■ MATERIAL FOR THE TASK
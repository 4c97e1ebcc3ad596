"""Power of the test that a correlation is 0: exact for two normal variables, by Fisher's z, by the t of a fixed predictor."""

from __future__ import annotations

from collections.abc import Callable
from functools import cache
from typing import Literal

import numpy as np
from numpy.typing import ArrayLike
from scipy import special

from recheck.recompute.arrays import Floats, together
from recheck.recompute.power.normal import z_power
from recheck.recompute.power.search import MOST, root, whole_from
from recheck.recompute.power.t_tests import t_power

Method = Literal["exact", "fisher", "fixed"]
NODES = 48
FRINGE = 1e-14
"""Probability left out on either side of the quadrature."""


@cache
def _legendre() -> tuple[Floats, Floats]:
    nodes, weights = special.roots_legendre(NODES)
    return (nodes + 1) / 2, weights / 2


def _fixed_effect(rho: Floats) -> Floats:
    """rho / √(1 − rho²); nan beyond 1."""
    with np.errstate(invalid="ignore", divide="ignore"):
        return np.asarray(rho / np.sqrt(1 - rho * rho))


def exact_r_power(
    rho: ArrayLike, n: ArrayLike, alpha: ArrayLike = 0.05, *, tails: int = 2, far_tail: bool = True
) -> Floats:
    """Power of the t test of r = 0 where both variables are normal; n > 3, |rho| < 1.

    Given the first variable, T is noncentral t with rho / √(1 − rho²) √S, where S, its sum of squares, is χ²(n − 1):
    the power is the mean of that of a fixed predictor over S. Absolute error 1e-8.
    Source: Sampson (1974), JASA 69:682-689; the same as the density of Hotelling (1953), JRSS B 15:193-232.
    """
    rho, n, alpha = together(rho, n, alpha)
    nodes, weights = _legendre()
    half = (n - 1)[..., None] / 2
    low, high = special.gammaincinv(half, FRINGE), special.gammainccinv(half, FRINGE)
    # In the square root the density of S is nearly normal: few nodes do.
    v = np.sqrt(low) + (np.sqrt(high) - np.sqrt(low)) * nodes
    mass = weights * np.exp((2 * half - 1) * np.log(v / np.sqrt(half)) - v * v + half)
    effect = _fixed_effect(rho)[..., None]
    power = t_power(
        effect * np.sqrt(2) * v, (n - 2)[..., None], alpha[..., None], tails=tails, far_tail=far_tail
    )
    return np.asarray((mass * power).sum(-1) / mass.sum(-1))


def fixed_r_power(
    rho: ArrayLike, n: ArrayLike, alpha: ArrayLike = 0.05, *, tails: int = 2, far_tail: bool = True
) -> Floats:
    """Power of the t test of r = 0 where one variable is fixed: noncentrality rho / √(1 − rho²) √n, df n − 2.

    Source: Cohen (1988) Statistical Power Analysis, 2nd ed., 9.3, for one predictor: f² = rho² / (1 − rho²), λ = f² n.
    """
    rho, n, alpha = together(rho, n, alpha)
    with np.errstate(invalid="ignore"):
        shift = _fixed_effect(rho) * np.sqrt(n)
    return t_power(shift, n - 2, alpha, tails=tails, far_tail=far_tail)


def fisher_r_power(
    rho: ArrayLike, n: ArrayLike, alpha: ArrayLike = 0.05, *, tails: int = 2, far_tail: bool = True
) -> Floats:
    """Power by Fisher's z: shift atanh(rho) √(n − 3); n > 3. Source: Fisher (1921), Metron 1:3-32."""
    rho, n, alpha = together(rho, n, alpha)
    with np.errstate(invalid="ignore"):
        return z_power(np.arctanh(rho) * np.sqrt(n - 3), alpha, tails=tails, far_tail=far_tail)


_POWERS: dict[Method, Callable[..., Floats]] = {
    "exact": exact_r_power,
    "fisher": fisher_r_power,
    "fixed": fixed_r_power,
}


def r_n(
    rho: ArrayLike, power: ArrayLike, alpha: ArrayLike = 0.05, *, method: Method = "exact",
    tails: int = 2, far_tail: bool = True, whole: bool = False,
) -> Floats:  # fmt: skip
    """The n that has the power, by `exact_r_power` or another `method`, for a correlation rho > 0; at least 4."""
    rho, power, alpha = together(rho, power, alpha)

    def rises(n: Floats) -> Floats:
        return _POWERS[method](rho, n, alpha, tails=tails, far_tail=far_tail)

    found = root(
        rises, power, np.full(rho.shape, 4.0), np.full(rho.shape, MOST if method != "exact" else 1e7)
    )
    return whole_from(rises, power, found) if whole else found


def r_detectable(
    n: ArrayLike,
    power: ArrayLike,
    alpha: ArrayLike = 0.05,
    *,
    method: Method = "exact",
    tails: int = 2,
    far_tail: bool = True,
) -> Floats:
    """The smallest correlation that is detected with the power, as for `r_n`; between 1e-6 and 1 − 1e-9."""
    n, power, alpha = together(n, power, alpha)

    def rises(rho: Floats) -> Floats:
        return _POWERS[method](rho, n, alpha, tails=tails, far_tail=far_tail)

    return root(rises, power, np.full(n.shape, 1e-6), np.full(n.shape, 1 - 1e-9))
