"""Power by the normal approximation: of means, and of effects on any scale with a known standard error."""

from __future__ import annotations

import numpy as np
from numpy.typing import ArrayLike
from scipy import special

from recheck.recompute.arrays import Floats, together


def z_power(shift: ArrayLike, alpha: ArrayLike = 0.05, *, tails: int = 2, far_tail: bool = True) -> Floats:
    """Power of a z test whose statistic has mean `shift` and variance 1. Increasing in |shift| and alpha.

    Source: Armitage, Berry & Matthews (2002) Statistical Methods in Medical Research, 4th ed., 4.6 (from memory).
    """
    shift, alpha = together(shift, alpha)
    if tails == 2:
        shift = np.abs(shift)
    critical = -special.ndtri(alpha / tails)
    near = special.ndtr(shift - critical)
    return np.asarray(near + special.ndtr(-shift - critical) if tails == 2 and far_tail else near)


def z_shift(power: ArrayLike, alpha: ArrayLike = 0.05, *, tails: int = 2) -> Floats:
    """z of alpha plus z of the power: the shift that a z test detects with the power (`z_power`, far tail dropped), at least 0."""
    power, alpha = together(power, alpha)
    return np.asarray(np.maximum(special.ndtri(power) - special.ndtri(alpha / tails), 0.0))


def normal_n(
    d: ArrayLike, power: ArrayLike, alpha: ArrayLike = 0.05, *, ratio: ArrayLike = 1.0, tails: int = 2
) -> Floats:
    """The n of the first of two groups by the normal approximation: (1 + 1 / ratio) (z_alpha + z_power)² / d².

    Source: Altman (1991) Practical Statistics for Medical Research, 15.3 (from memory).
    """
    d, power, alpha, ratio = together(d, power, alpha, ratio)
    with np.errstate(divide="ignore"):
        return np.asarray((1 + 1 / ratio) * (z_shift(power, alpha, tails=tails) / d) ** 2)


def normal_n_one_sample(d: ArrayLike, power: ArrayLike, alpha: ArrayLike = 0.05, *, tails: int = 2) -> Floats:
    """The n of one group, or of pairs with d_z, by the normal approximation: (z_alpha + z_power)² / d². Source: as for `normal_n`."""
    d, power, alpha = together(d, power, alpha)
    with np.errstate(divide="ignore"):
        return np.asarray((z_shift(power, alpha, tails=tails) / d) ** 2)


def guenther_n(
    d: ArrayLike, power: ArrayLike, alpha: ArrayLike = 0.05, *, tails: int = 2, samples: int = 2
) -> Floats:
    """The normal approximation's n with the correction for the estimated SD: plus z_alpha² / 4 in each of two groups, z_alpha² / 2 in one.

    Source: Guenther (1981), The American Statistician 35:243-244.
    """
    plain = normal_n if samples == 2 else normal_n_one_sample
    d, power, alpha = together(d, power, alpha)
    return np.asarray(plain(d, power, alpha, tails=tails) + special.ndtri(alpha / tails) ** 2 / (2 * samples))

■ WHAT IS BEING ASKED
In the listing above, find the line containing "nodes, weights = special.roots_legendre(NODES)" and the line containing "the power is". Output them and every line between, exactly, and nothing else.

■ ANSWER SPACE
    nodes, weights = special.roots_legendre(NODES)
    return (nodes + 1) / 2, weights / 2


def _fixed_effect(rho: Floats) -> Floats:
    """rho / √(1 − rho²); nan beyond 1."""
    with np.errstate(invalid="ignore", divide="ignore"):
        return np.asarray(rho / np.sqrt(1 - rho * rho))


def exact_r_power(
    rho: ArrayLike, n: ArrayLike, alpha: ArrayLike = 0.05, *, tails: int = 2, far_tail: bool = True
) -> Floats:
    """Power of the t test of r = 0 where both variables are normal; n > 3, |rho| < 1.

    Given the first variable, T is noncentral t with rho / √(1 − rho²) √S, where S, its sum of squares, is χ²(n − 1):
    the power is the mean of that of a fixed predictor over S. Absolute error 1e-8.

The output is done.